Report, as a single figure, how many lines in the records below include "steps".

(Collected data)
:::::

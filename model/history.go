package model

import "slowpoint/model/cell"

// Span is one step as it ran.
type Span struct {
	Step        *Step
	StartS      float64 // from the start of the chain
	EndS        float64
	Reached     *bool        // for a step with Until: whether the slowest place reached it before the duration ran out
	PropsAtC    float64      // temperature at which the properties were taken; meaningless if Props is constant
	Props       Properties   // used throughout the step
	LayerProps  []Properties // layered slab: by layer from the top; Props are then those of a slab that conducts and holds as much; nil: no layers
	Films       []FilmUsed   // one a face with its own surroundings, at least one
	MediumFromC *float64     // lowest medium as typed, where it was raised to the freezing point; nil otherwise
	MediumToC   *float64     // what it was raised to
	Method      string       // ExactInTime or Marched; "" for a record
}

// How a step was solved.
const (
	ExactInTime = "exact in time"
	Marched     = "marched"
)

// FilmUsed tells how a face met its surroundings in a step.
type FilmUsed struct {
	Face    *Face   // nil: the whole surface
	FilmW   float64 // film coefficient, W/(m²·K); +Inf for held
	TotalW  float64 // with wrap or contact in series
	LeastW  float64 // smallest and largest FilmW of the step where it followed the surface, and FilmW is that of the start; 0 where it is constant
	MostW   float64
	Typed   bool   // the film coefficient was typed by the user
	Source  string // of a stated coefficient or correlation, with the film conditions
	Caution string // e.g. that a stated coefficient is assumed; "" if none
}

// History is the temperature of every place in a food from the start of the chain to its end.
// A prediction and a probe record are the same type.
type History struct {
	Product  *Product // whose temperatures they are, for the words about places; nil for a record
	Spans    []Span
	Recorded bool // a probe record: only the places of Points exist
	// At gives the temperature in °C of a place at t seconds from the start of the chain:
	// exact for a prediction (within ErrorK), straight segments for a record. Times outside the chain give its ends.
	At func(p Place, t float64) float64
	// Course is At for many rising times at once, and cheaper; it fills out, which is as long as times.
	Course func(p Place, times, out []float64)
	// MediumC gives the temperature of the main surroundings (the step's own row) at t; NaN where there is none.
	// At the instant of a change: the one before the change.
	MediumC func(t float64) float64
	// HumidityPc gives the stated relative humidity (%) at t; NaN where none was stated.
	HumidityPc func(t float64) float64

	Points []Point // "centre" first, then the user's
	ErrorK float64 // honest estimate of the largest error at any place, from ErrorFromS after each change of surroundings
	// ErrorFromS is half a minute at most, s, but for large foods that are marched in two or three directions, whose edges take minutes.
	ErrorFromS float64
	IceMoves   bool   // ice may form or melt: ErrorK leaves out the places beside its front, which change by degrees in seconds
	Method     string // in words, for the report
	// Warnings are what only the calculation shows and what makes its result doubtful: food that is hotter than boiling water throughout (Boils),
	// or beyond the range of its components' properties (Beyond), or a step that is over at once.
	Warnings      cell.Errors
	Boils, Beyond bool
	// Bound says in words why temperatures are bounds from BoundFromS on (a chill medium raised to the freezing point:
	// the true food is at or below them until it freezes); "" if they are not.
	Bound      string
	BoundFromS float64

	scan   *Scan
	body   *body
	field  field
	hull   [][2]float64 // by span: the range of the food
	knots  [][]float64  // by span: instants in it at which the slope of a medium changes
	settle float64      // s after a change from which ErrorK holds

	settling   []settles // beginnings of steps at which swings are kept within bounds
	settleScan func(*Scan)
}

// EndS is the end of the chain, in s.
func (h *History) EndS() float64 {
	if len(h.Spans) == 0 {
		return 0
	}
	return h.Spans[len(h.Spans)-1].EndS
}

// Spot is a place of a scan.
type Spot struct {
	Place
	Surface bool // it lies on the surface
	Axes    Axes
}

// Axes are the coordinates of a place along which the spots of a scan are a grid and the food has no corners missing: Up, Across and Along in m, and in
// a spheroid the share of the way out and the one from the equator to the poles, both times its greatest half axis, m.
type Axes [3]float64

// Axes gives the coordinates of a place; one outside a spheroid is moved to its surface.
func (h *History) Axes(p Place) Axes {
	if b := h.body; b != nil && b.ball != nil {
		x := b.coord(p)
		return Axes{x[0] * b.ball.reach(), x[1] * b.ball.reach()}
	}
	return Axes{p.UpM, p.AcrossM, p.AlongM}
}

// PlaceAt is the inverse of Axes.
func (h *History) PlaceAt(x Axes) Place {
	if b := h.body; b != nil && b.ball != nil {
		return b.place(coord{x[0] / b.ball.reach(), x[1] / b.ball.reach()})
	}
	return Place{UpM: x[0], AcrossM: x[1], AlongM: x[2]}
}

// Scan is a first look at a history: places close enough that the least favourable one lies beside one of them,
// instants close enough that a course is nearly straight between two. Decide with At, not with a scan.
type Scan struct {
	TimesS []float64
	Spots  []Spot
	C      [][]float64 // C[spot][time], °C
}

// Samples are what the results file holds.
type Samples struct {
	TimesS           []float64
	Coldest, Hottest []float64 // over the whole product
	Mean             []float64 // volume mean
	ColdestAt        []Place
	HottestAt        []Place
	Points           [][]float64 // Points[i] belongs to History.Points[i]
}

// Options of Solve; the zero value is the usual.
type Options struct {
	ConductivityFactor float64 // multiplies every conductivity; 0 = 1
	// ErrorFromS is the time after each change of surroundings from which the error is held and stated, s; 0 = 30 s, or sooner for
	// small foods. Who needs later times only gets them with fewer polynomials. Of short steps a quarter is the most.
	ErrorFromS float64
	// Rough asks for a first look at what has to be marched: once, with few nodes and long steps, at a quarter of the cost. Its error is
	// stated as roughK. What is solved exactly is not affected.
	Rough bool
}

:::::

§ **EXERCISE ANSWER**: 3